[THE TASK]
Find every line of the listing below where "wire" appears, and copy it.

[SOURCE DATA]
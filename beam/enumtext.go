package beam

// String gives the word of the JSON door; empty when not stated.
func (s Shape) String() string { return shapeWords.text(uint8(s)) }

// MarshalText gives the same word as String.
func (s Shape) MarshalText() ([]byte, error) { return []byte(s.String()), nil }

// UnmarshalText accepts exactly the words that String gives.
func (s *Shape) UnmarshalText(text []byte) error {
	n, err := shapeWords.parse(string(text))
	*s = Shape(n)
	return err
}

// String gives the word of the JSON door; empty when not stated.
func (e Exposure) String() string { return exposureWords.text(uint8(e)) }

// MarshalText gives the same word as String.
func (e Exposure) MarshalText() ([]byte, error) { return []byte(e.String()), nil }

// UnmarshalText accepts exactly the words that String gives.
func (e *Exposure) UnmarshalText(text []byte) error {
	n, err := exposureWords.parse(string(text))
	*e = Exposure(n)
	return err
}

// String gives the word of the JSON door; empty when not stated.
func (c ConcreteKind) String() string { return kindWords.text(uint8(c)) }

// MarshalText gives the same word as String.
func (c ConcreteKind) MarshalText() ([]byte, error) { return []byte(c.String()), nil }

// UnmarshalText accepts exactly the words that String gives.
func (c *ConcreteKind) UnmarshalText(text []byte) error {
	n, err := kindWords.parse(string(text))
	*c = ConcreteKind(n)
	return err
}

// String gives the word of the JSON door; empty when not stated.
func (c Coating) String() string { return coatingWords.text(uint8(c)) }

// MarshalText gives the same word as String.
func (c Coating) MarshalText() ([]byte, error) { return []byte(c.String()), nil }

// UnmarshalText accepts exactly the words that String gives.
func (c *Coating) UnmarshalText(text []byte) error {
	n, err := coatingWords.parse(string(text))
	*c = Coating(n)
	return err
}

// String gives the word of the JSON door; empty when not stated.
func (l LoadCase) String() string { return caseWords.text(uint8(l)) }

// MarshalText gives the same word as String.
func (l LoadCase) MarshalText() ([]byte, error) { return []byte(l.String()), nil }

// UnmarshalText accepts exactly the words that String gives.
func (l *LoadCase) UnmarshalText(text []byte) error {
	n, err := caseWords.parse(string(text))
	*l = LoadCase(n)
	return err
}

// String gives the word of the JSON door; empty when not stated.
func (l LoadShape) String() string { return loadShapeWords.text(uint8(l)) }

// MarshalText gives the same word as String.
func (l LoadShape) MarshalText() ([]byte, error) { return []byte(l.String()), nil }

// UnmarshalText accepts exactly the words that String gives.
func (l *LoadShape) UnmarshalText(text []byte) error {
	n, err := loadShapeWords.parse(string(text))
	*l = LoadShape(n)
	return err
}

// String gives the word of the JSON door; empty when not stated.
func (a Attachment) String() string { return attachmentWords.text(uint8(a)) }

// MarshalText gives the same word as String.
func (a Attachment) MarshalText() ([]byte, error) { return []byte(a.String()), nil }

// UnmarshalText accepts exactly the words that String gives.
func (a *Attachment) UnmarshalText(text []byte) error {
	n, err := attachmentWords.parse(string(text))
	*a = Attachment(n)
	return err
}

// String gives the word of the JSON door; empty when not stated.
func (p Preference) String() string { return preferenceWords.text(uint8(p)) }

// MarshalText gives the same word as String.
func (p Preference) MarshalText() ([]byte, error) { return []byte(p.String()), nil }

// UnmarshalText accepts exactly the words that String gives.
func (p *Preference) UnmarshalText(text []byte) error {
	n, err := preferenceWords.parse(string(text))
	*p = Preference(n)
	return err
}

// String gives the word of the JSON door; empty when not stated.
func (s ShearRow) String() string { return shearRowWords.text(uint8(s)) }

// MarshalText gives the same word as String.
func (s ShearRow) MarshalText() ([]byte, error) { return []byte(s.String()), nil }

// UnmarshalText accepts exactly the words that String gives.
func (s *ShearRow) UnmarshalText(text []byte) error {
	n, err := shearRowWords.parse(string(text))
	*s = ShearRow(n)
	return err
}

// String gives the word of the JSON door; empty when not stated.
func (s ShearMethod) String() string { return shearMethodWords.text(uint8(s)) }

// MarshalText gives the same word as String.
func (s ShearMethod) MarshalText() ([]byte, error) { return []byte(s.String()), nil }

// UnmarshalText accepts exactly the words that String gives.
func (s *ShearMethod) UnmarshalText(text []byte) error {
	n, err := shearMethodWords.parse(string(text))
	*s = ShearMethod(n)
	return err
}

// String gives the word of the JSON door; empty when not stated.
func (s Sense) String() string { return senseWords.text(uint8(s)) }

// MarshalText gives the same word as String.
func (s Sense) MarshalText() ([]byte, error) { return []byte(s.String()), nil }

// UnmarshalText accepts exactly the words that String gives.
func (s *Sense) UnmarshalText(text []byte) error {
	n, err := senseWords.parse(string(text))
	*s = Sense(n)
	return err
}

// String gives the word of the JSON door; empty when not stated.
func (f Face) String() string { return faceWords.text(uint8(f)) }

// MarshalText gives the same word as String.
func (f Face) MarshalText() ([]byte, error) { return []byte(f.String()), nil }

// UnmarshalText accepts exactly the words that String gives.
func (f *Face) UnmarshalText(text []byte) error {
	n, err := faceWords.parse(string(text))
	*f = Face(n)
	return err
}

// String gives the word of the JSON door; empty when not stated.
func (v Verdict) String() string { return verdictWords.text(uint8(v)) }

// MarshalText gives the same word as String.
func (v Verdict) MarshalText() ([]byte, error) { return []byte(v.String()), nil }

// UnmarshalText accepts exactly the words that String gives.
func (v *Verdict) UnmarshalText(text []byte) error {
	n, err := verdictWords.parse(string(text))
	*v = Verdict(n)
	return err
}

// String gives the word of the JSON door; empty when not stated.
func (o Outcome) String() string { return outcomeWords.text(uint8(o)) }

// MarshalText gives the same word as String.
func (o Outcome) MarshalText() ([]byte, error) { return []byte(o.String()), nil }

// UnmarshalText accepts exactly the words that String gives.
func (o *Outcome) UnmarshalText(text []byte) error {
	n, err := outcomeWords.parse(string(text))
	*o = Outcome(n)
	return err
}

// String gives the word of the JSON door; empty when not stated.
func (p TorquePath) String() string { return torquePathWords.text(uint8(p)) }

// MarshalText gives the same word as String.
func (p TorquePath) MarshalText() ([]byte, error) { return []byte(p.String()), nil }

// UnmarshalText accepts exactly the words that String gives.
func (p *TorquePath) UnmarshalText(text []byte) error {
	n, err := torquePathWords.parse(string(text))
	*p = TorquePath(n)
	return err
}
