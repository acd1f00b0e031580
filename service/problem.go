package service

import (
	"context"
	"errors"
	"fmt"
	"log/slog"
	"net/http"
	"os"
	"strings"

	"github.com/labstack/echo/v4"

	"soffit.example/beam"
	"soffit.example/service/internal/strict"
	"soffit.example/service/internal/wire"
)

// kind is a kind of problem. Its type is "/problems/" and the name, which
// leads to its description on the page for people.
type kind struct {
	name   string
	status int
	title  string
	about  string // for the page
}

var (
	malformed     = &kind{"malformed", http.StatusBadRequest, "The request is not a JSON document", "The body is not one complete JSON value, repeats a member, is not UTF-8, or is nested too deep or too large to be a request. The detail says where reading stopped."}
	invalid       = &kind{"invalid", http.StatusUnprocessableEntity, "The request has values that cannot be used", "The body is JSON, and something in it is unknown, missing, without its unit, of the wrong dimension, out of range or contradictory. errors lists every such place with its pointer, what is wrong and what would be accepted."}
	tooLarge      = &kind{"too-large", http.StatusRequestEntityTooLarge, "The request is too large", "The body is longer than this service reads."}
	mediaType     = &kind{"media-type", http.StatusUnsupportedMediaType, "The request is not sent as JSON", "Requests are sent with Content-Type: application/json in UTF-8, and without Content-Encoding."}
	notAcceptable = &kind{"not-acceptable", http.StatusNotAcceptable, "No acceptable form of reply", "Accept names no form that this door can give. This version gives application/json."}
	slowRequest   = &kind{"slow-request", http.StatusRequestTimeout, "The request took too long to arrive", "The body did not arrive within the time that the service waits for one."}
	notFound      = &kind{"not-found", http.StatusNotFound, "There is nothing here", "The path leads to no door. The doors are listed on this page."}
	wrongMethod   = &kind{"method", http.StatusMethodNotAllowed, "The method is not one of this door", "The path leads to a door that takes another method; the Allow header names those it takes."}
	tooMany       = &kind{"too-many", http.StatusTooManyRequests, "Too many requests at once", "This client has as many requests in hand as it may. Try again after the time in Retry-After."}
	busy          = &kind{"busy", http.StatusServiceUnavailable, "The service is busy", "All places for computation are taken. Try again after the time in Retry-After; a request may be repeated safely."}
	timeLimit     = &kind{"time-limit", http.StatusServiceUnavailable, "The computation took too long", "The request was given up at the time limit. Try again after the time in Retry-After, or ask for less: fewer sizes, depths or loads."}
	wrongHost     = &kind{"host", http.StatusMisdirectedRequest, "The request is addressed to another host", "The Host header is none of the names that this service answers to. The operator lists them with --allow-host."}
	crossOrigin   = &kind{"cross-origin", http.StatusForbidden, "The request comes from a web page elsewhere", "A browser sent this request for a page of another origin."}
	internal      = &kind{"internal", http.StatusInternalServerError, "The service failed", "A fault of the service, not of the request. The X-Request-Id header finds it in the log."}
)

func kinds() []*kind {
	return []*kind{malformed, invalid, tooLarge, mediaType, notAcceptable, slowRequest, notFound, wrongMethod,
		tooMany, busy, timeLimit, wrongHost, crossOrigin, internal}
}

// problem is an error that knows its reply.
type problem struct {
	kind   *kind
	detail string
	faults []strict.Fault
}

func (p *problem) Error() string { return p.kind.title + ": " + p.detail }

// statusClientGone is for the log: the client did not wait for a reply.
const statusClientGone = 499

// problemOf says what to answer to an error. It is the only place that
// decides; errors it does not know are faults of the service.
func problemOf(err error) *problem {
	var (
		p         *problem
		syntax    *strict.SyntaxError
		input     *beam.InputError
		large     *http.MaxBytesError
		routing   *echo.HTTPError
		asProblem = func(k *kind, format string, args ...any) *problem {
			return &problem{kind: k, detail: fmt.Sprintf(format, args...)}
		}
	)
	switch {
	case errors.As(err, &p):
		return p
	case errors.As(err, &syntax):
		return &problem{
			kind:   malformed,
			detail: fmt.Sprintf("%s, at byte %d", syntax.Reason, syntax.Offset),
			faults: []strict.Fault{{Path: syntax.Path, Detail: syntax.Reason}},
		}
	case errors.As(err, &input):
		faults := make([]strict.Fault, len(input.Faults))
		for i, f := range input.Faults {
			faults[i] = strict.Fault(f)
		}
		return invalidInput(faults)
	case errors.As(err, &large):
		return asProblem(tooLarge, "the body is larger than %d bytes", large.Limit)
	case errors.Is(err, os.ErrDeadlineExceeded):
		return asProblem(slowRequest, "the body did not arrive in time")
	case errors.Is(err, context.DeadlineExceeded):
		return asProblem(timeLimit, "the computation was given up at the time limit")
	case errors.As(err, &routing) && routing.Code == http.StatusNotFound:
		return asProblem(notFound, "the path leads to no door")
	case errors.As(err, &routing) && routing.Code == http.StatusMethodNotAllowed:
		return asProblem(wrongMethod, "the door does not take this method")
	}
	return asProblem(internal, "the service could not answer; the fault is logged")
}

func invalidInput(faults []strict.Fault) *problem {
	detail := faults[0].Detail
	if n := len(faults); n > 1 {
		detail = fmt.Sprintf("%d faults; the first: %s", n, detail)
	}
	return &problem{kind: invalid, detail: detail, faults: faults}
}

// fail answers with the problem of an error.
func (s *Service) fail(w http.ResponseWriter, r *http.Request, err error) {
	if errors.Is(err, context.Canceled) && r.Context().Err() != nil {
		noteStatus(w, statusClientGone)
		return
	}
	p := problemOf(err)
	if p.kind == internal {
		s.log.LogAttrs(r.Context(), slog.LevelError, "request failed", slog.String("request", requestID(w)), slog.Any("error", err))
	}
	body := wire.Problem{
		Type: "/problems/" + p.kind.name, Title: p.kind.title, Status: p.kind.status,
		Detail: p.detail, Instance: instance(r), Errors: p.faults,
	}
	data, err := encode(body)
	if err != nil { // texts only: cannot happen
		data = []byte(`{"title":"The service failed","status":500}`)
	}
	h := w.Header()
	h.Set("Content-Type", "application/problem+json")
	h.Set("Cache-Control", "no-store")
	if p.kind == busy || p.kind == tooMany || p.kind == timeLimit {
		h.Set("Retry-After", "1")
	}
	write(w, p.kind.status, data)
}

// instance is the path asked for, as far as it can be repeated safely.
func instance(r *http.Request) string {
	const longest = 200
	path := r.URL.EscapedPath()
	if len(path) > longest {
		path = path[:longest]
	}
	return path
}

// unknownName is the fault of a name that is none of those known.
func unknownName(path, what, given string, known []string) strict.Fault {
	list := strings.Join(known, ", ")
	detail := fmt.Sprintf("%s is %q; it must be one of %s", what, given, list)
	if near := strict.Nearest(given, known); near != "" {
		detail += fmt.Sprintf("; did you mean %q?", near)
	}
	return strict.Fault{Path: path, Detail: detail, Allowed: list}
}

--

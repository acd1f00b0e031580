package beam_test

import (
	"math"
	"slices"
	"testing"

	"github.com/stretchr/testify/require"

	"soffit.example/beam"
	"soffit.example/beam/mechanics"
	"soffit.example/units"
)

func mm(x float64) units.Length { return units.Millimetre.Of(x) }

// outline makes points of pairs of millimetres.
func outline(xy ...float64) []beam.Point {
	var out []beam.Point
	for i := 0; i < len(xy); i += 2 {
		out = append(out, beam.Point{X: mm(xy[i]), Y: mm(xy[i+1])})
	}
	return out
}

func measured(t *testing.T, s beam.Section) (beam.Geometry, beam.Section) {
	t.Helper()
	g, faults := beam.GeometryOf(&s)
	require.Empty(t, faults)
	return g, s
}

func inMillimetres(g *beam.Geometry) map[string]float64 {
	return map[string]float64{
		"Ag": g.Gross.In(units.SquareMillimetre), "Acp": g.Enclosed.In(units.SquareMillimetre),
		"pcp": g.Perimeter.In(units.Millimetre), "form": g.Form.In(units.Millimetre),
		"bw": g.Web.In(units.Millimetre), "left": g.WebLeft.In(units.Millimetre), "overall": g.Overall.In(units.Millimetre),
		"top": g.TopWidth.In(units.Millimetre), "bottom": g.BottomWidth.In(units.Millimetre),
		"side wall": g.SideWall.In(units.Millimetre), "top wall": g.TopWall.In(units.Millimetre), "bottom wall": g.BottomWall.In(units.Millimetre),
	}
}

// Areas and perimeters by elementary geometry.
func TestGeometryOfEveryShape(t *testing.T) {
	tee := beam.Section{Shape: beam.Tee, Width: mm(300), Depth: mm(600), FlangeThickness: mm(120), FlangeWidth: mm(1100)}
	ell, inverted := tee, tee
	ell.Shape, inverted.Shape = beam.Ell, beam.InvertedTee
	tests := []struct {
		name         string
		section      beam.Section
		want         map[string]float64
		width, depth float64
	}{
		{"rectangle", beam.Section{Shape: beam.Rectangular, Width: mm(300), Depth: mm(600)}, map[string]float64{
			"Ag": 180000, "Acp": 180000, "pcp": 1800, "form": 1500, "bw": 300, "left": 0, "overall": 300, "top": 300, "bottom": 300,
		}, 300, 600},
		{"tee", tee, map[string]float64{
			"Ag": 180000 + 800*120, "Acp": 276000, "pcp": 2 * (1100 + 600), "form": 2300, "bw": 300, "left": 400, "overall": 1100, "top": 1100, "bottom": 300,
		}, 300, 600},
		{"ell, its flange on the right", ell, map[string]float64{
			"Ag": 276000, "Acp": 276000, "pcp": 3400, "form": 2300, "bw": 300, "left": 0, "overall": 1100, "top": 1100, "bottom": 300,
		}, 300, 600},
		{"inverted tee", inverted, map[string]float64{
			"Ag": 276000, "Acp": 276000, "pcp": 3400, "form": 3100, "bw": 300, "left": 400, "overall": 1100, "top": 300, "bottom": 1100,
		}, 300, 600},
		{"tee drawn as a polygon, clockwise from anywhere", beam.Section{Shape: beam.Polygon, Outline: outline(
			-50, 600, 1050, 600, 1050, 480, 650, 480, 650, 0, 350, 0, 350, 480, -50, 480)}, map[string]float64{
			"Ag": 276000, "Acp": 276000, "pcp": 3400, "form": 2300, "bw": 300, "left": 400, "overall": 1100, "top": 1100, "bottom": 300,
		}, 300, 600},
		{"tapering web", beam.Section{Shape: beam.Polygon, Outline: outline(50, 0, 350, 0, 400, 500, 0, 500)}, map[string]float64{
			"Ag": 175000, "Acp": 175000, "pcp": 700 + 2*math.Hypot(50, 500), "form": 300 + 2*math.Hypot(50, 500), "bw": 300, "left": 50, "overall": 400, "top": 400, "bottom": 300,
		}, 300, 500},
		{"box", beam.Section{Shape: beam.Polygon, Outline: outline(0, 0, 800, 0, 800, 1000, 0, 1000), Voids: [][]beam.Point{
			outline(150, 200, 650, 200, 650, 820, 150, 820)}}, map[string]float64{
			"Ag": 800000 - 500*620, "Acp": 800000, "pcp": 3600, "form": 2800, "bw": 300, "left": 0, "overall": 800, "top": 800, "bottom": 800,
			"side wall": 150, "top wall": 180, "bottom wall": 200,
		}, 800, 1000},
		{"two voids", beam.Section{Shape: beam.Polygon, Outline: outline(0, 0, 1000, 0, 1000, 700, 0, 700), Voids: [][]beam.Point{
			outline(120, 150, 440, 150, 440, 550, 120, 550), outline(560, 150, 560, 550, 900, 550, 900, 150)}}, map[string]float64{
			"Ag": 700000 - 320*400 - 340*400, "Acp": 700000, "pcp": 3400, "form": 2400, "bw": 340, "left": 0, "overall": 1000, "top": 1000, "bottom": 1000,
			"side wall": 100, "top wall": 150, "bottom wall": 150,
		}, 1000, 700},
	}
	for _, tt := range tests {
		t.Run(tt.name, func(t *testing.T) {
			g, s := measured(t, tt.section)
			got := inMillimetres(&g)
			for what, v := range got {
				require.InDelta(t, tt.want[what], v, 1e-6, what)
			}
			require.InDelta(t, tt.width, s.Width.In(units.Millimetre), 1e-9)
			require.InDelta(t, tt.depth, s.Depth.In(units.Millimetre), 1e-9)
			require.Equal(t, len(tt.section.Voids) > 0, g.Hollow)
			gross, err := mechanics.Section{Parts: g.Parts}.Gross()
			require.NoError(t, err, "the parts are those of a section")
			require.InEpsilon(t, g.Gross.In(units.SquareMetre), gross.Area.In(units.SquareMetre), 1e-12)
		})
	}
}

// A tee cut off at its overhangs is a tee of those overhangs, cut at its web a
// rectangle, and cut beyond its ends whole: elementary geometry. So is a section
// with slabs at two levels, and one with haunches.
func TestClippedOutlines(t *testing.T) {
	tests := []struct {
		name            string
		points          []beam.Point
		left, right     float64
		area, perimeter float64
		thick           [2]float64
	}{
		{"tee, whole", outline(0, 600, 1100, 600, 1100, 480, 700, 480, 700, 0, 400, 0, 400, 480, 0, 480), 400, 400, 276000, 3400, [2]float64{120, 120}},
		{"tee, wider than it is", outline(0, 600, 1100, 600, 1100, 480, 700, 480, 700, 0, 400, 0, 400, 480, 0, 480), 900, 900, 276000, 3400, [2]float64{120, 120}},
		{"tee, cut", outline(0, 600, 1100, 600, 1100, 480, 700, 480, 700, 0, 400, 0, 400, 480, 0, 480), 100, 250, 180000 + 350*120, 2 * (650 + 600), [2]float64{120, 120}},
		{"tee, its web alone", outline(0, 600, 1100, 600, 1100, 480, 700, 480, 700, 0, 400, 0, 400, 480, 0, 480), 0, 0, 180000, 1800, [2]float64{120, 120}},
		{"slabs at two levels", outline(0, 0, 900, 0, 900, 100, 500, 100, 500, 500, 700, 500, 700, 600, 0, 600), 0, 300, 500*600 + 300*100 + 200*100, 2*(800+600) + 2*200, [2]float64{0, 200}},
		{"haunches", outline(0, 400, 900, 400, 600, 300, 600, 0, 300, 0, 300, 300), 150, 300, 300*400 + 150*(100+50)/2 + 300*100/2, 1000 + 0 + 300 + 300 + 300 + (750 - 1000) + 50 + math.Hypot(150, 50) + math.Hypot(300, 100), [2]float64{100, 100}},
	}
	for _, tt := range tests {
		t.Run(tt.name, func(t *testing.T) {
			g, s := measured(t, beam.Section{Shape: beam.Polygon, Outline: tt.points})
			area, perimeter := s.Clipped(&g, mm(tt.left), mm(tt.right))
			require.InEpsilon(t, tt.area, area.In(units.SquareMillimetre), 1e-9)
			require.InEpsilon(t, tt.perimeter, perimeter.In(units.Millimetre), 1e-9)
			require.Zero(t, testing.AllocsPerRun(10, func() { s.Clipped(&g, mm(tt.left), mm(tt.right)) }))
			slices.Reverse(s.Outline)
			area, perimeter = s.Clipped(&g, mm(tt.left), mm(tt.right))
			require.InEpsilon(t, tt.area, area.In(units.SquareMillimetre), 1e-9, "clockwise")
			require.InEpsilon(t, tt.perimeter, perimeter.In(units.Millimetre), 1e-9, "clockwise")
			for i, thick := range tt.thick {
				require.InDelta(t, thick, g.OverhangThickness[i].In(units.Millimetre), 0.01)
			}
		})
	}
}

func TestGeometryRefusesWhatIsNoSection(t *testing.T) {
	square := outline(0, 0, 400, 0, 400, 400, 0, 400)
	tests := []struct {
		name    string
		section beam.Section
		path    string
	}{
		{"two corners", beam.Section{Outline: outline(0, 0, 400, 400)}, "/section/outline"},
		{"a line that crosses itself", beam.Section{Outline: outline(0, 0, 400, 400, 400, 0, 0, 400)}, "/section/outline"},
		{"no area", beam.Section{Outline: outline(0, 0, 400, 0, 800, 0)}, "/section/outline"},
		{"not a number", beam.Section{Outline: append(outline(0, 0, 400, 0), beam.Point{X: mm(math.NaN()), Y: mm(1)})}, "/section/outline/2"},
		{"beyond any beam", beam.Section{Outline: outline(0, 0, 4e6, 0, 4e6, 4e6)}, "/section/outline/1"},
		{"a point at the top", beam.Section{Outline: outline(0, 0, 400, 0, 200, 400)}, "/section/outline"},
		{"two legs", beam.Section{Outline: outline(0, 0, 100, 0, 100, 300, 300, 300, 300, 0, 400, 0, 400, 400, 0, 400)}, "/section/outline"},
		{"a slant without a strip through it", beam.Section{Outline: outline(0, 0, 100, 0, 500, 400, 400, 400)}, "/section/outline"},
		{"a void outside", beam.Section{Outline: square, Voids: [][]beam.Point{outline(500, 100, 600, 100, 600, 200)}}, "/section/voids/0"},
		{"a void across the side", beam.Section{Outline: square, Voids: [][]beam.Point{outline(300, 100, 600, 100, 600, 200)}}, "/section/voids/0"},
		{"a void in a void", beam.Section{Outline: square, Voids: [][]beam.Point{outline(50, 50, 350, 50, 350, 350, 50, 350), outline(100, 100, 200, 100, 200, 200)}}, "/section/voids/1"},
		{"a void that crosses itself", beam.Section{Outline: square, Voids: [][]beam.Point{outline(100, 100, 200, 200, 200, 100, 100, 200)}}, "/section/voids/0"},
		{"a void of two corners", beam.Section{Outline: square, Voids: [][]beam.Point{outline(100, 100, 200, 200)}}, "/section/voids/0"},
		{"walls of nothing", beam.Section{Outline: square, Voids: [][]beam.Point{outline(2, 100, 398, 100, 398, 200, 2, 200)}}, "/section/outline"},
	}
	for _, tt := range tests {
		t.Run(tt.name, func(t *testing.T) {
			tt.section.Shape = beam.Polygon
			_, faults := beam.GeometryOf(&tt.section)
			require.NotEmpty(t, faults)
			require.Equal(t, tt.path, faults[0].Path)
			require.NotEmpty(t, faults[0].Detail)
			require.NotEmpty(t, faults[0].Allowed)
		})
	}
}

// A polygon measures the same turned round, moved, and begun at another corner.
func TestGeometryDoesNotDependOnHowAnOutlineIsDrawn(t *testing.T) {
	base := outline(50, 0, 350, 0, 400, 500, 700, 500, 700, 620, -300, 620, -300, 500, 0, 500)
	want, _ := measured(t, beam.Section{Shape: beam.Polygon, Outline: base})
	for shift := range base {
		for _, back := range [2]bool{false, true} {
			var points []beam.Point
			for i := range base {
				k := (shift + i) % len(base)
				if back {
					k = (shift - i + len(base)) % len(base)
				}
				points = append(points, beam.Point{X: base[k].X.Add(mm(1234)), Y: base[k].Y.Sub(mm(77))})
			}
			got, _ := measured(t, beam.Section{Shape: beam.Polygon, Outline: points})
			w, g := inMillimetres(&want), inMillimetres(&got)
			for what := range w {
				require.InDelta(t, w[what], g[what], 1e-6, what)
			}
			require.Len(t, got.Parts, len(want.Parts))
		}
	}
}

[WRITTEN RESPONSE]
	"soffit.example/service/internal/wire"
	body := wire.Problem{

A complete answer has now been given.